Die Mobilfunkanbieter stehen unter Druck. Sie wollen 5G möglichst schnell und flächendeckend senden. Hugo Lehmann, Leiter nicht-inionisierende Strahlung (NIS) von Swisscom: «Wir wollen Technologieführer sein.» Kunden sollen so schnell wie möglich davon profitieren können. Es geht um ein Milliardengeschäft.
120‘000 Franken auf die Hand für einen Antennenstandort
Weil viele bestehende Antennen bereits am Strahlungslimit senden, können diese nicht mit 5G aufgerüstet werden. Deshalb braucht es viele neue Antennenstandorte. Die Branche spricht von mindestens 15'000.
Die Anbieter sind bereit, viel hinzublättern. Wie viel genau, wollte bis anhin keiner sagen. Jetzt liegt «Kassensturz» erstmals ein Angebot von Sunrise vor. Für eine Antenne auf einem Mehrfamilienhaus im Kreis 4 der Stadt Zürich bietet Sunrise 120'000 Franken. Entweder als Einmalzahlung, oder in Raten über 15 Jahre.
Verunsicherte Anwohner
Doch die Hauseigentümerfamilie lehnt ab. Es gebe zu viele Unbekannte. «Wir wollen nicht auf Kosten von anderen etwas aufs Dach stellen, ohne zu wissen, ob es gesundheitsschädlich ist.»
Anderswo wird schon gebaut. «Plötzlich war das Baugespann ausgesteckt im letzten Sommer», sagt Christoph Schilling aus dem Zürcher Enge-Quartier. 20 Meter vor seinem Kinderzimmerfenster will Salt eine Mobilfunk-Antenne bauen.
Seither sind nicht nur er und seine Familie, sondern das ganze Quartier in Aufruhr. 450 Anwohner haben eine Petition an die Regierung unterzeichnet.
Einsprache bei jedem dritten Gesuch
Die Skepsis in der Bevölkerung aber ist gross. Swisscom bestätigt: Bei jedem dritten Baugesuch gibt es Einsprachen.
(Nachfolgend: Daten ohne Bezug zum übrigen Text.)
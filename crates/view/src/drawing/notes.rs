//! Names and sizes around the section.

use helmsplit_model::{LandShape, PriorityValve, Quantity};
use helmsplit_scenario::UnitSystem;

use super::sheet::Sheet;
use crate::diagram::{DrawingOptions, size_text, value_text};
use crate::scene::{Anchor, LINE_SPACING, Line, Paint, Part, PartPen, Prim, Stroke, Tone};
use crate::style::TextSize;
use crate::svg::label_width;

/// Least distance between two notes of a row, px.
const GAP: f64 = 16.0;

/// From the housing to the nearer edge of a row of notes, px.
const DISTANCE: f64 = 22.0;

/// Height of a row: name and detail, px.
pub(super) const ROW: f64 = 2.0 * LINE_SPACING;

/// A note: what it names, and where that is.
struct Note {
    id: &'static str,
    name: &'static str,
    detail: String,
    /// What it points at, px.
    target: (f64, f64),
}

impl Note {
    fn width(&self) -> f64 {
        let name = label_width(self.name, TextSize::Label);
        name.max(label_width(&self.detail, TextSize::Small))
    }
}

/// Middles for notes side by side, in order, near what they point at.
fn places(notes: &[Note], (low, high): (f64, f64)) -> Vec<f64> {
    let widths: Vec<f64> = notes.iter().map(Note::width).collect();
    let mut middles: Vec<f64> = notes.iter().map(|note| note.target.0).collect();
    let mut edge = low;
    for (middle, width) in middles.iter_mut().zip(&widths) {
        *middle = middle.max(edge + 0.5 * width);
        edge = *middle + 0.5 * width + GAP;
    }
    let mut edge = high;
    for (middle, width) in middles.iter_mut().zip(&widths).rev() {
        *middle = middle.min(edge - 0.5 * width);
        edge = *middle - 0.5 * width - GAP;
    }
    middles
}

impl Sheet<'_> {
    /// Both rows of notes; gives the lower edge of the lower one, px.
    pub(super) fn notes(
        &self,
        parts: &mut Vec<Part>,
        valve: &PriorityValve,
        options: DrawingOptions,
    ) -> f64 {
        let (_, foot) = self.at(0.0, -self.half_height);
        let (_, top) = self.at(0.0, self.half_height);
        let room = (
            self.at(self.left, 0.0).0 - 40.0,
            self.at(self.right, 0.0).0 + 40.0,
        );
        let above = self.notes_above(valve, options);
        for (note, x) in above.iter().zip(places(&above, room)) {
            parts.push(drawn(note, (x, top - DISTANCE - ROW), top - DISTANCE));
        }
        let below = self.notes_below(valve, options);
        for (note, x) in below.iter().zip(places(&below, room)) {
            parts.push(drawn(note, (x, foot + DISTANCE), foot + DISTANCE));
        }
        foot + DISTANCE + ROW
    }

    /// The pressure of that name, if it is known and wanted.
    fn pressure(&self, name: &str, options: DrawingOptions) -> String {
        let pressure = self.moment.and_then(|moment| moment.state(name));
        match pressure {
            Some(pressure) if options.values => {
                value_text(pressure, Quantity::Pressure, options.units)
            }
            _ => String::new(),
        }
    }

    fn notes_above(&self, valve: &PriorityValve, options: DrawingOptions) -> Vec<Note> {
        let s = &self.shape;
        let middle = |span: (f64, f64)| 0.5 * (span.0 + span.1);
        let hole = 0.4 * s.inlet_core.0 + 0.15 * s.radius;
        let passage = 0.5 * (s.radius + s.core_radius);
        vec![
            Note {
                id: "valve.head_hole",
                name: "Head hole",
                detail: millimetres(s.head_hole, options.units),
                target: self.at(hole, passage),
            },
            Note {
                id: "valve.land_note",
                name: "Metering edge",
                detail: edge_text(&valve.land.shape, options.units),
                target: self.spool_at(s.shoulder, s.radius),
            },
            Note {
                id: "valve.excess_note",
                name: "Excess port",
                detail: self.pressure("p_e", options),
                target: self.at(middle(s.excess_core), self.half_height),
            },
            Note {
                id: "valve.priority_note",
                name: "Priority port",
                detail: self.pressure("p_c", options),
                target: self.at(middle(s.priority_core), self.half_height),
            },
            Note {
                id: "valve.spring_end_note",
                name: "Spring end",
                detail: self.pressure("p_s", options),
                target: self.at(s.spring_end - 0.06 * s.radius, 0.3 * s.radius),
            },
        ]
    }

    fn notes_below(&self, valve: &PriorityValve, options: DrawingOptions) -> Vec<Note> {
        let s = &self.shape;
        let middle = |span: (f64, f64)| 0.5 * (span.0 + span.1);
        let size = |mm: f64| millimetres(mm, options.units);
        let preload = s.spring.preload_compression + self.travel;
        vec![
            Note {
                id: "valve.head_end_note",
                name: "Head end",
                detail: self.pressure("p_h", options),
                target: self.at(0.5 * s.head_end, -0.7 * s.radius),
            },
            Note {
                id: "valve.inlet_note",
                name: "Inlet",
                detail: self.pressure("p_in", options),
                target: self.at(middle(s.inlet_core), -self.half_height),
            },
            Note {
                id: "valve.fixed_orifice",
                name: "Fixed orifice",
                detail: size(s.fixed_orifice),
                target: self.spool_at(middle(s.orifice_wall), 0.0),
            },
            Note {
                id: "valve.bore_note",
                name: "Bore",
                detail: self.pressure("p_b", options),
                target: self.spool_at(
                    0.5 * (s.orifice_wall.1 + s.priority_holes.0),
                    -0.6 * s.bore_radius,
                ),
            },
            Note {
                id: "valve.priority_holes",
                name: "Priority holes",
                detail: size_text(valve.holes_area, Quantity::Area, options.units),
                target: self.spool_at(middle(s.priority_holes), -0.75 * s.radius),
            },
            Note {
                id: "valve.disc_hole",
                name: "Disc hole",
                detail: size(s.disc_hole),
                target: self.spool_at(middle(s.disc), 0.0),
            },
            Note {
                id: "valve.spring_note",
                name: "Spring",
                detail: format!("compressed {}", size(preload)),
                target: self.at(
                    s.spring_end - 0.5 * self.shape.spring_length(self.travel)
                        + 0.5 * s.spring.wire,
                    -s.spring.radius,
                ),
            },
        ]
    }
}

/// A length given in mm.
pub(super) fn millimetres(mm: f64, units: UnitSystem) -> String {
    size_text(mm / 1000.0, Quantity::Length, units)
}

/// The metering edge in words.
fn edge_text(shape: &LandShape, units: UnitSystem) -> String {
    match shape {
        LandShape::Chamfer { angle, .. } => {
            format!("chamfer {}", size_text(*angle, Quantity::Angle, units))
        }
        LandShape::Sharp => "sharp".to_owned(),
        LandShape::RoundHoles { count, diameter } => format!(
            "{count:.0} holes of {}",
            size_text(*diameter, Quantity::Length, units)
        ),
        LandShape::Notches { count, angle, .. } => format!(
            "{count:.0} notches of {}",
            size_text(*angle, Quantity::Angle, units)
        ),
        LandShape::Table(_) => "opening by table".to_owned(),
    }
}

/// Name and detail with a leader from the edge at `leader_y` to the target.
fn drawn(note: &Note, top: (f64, f64), leader_y: f64) -> Part {
    let mut pen = PartPen::new(note.id, note.name);
    let first = TextSize::Label.px() * 0.8;
    let at = (top.0, top.1 + first);
    pen.label(at, &note.detail, Anchor::Middle);
    let outward = if leader_y > note.target.1 { -4.0 } else { 4.0 };
    let start = (top.0, leader_y + outward);
    pen.line(&[start, note.target], Stroke::plain(Line::Fine));
    pen.push(Prim::Circle {
        centre: note.target.into(),
        radius: 2.0,
        stroke: None,
        fill: Some(Paint::Ink),
    });
    pen.done()
}

/// The quiet small text of scales.
pub(super) const QUIET: (TextSize, Tone) = (TextSize::Small, Tone::Quiet);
Klar ist: das neue Netz soll viel schneller, viel leistungsfähiger sein. Und es reagiert fast in Echtzeit. Das macht es interessant für die industrielle Anwendung.
Markus Durrer, Elektroingenieur und Mitglied der Vollzugsbegleitgruppe Mobilfunk des Bundesamtes für Umwelt kann die Verunsicherung in der Bevölkerung verstehen. Vieles sei unklar: Wie die Kontrollmessungen aussehen würden. Ob Strahlengrenzwerte erhöht würden.
«Wir möchten keinen Wildwuchs»
Die Stadt Zürich stellt sich auf den Standpunkt, dass die Wahl der Antennenstandorte reine Sache zwischen den drei Anbietern und den privaten Hauseigentümern sei. Lucas Bally vom Hochbauamt der Stadt Zürich: «Wir greifen nicht ein in die Planung der Betreiber, weil dadurch unsere neutrale Stellung gefährdet wäre.»
Anders die Gemeinde Ostermundigen im Kanton Bern. Sie kennt ein Antennenreglement mit einem Zonenplan, der klar sagt, wo Antennen erwünscht sind und wo nicht. «Wir möchten keinen Wildwuchs. Wir haben ein Interesse, wie sich diese Gemeinde entwickelt und aussieht», sagt Maya Weber Hadorn, Hochbauvorsteherin von Ostermundigen.
Das ist auch die Meinung von Christoph Schilling vom Zürcher Enge-Quartier: «So wie man ein Strassennetz plant, sollte man auch Antennennetze planen.»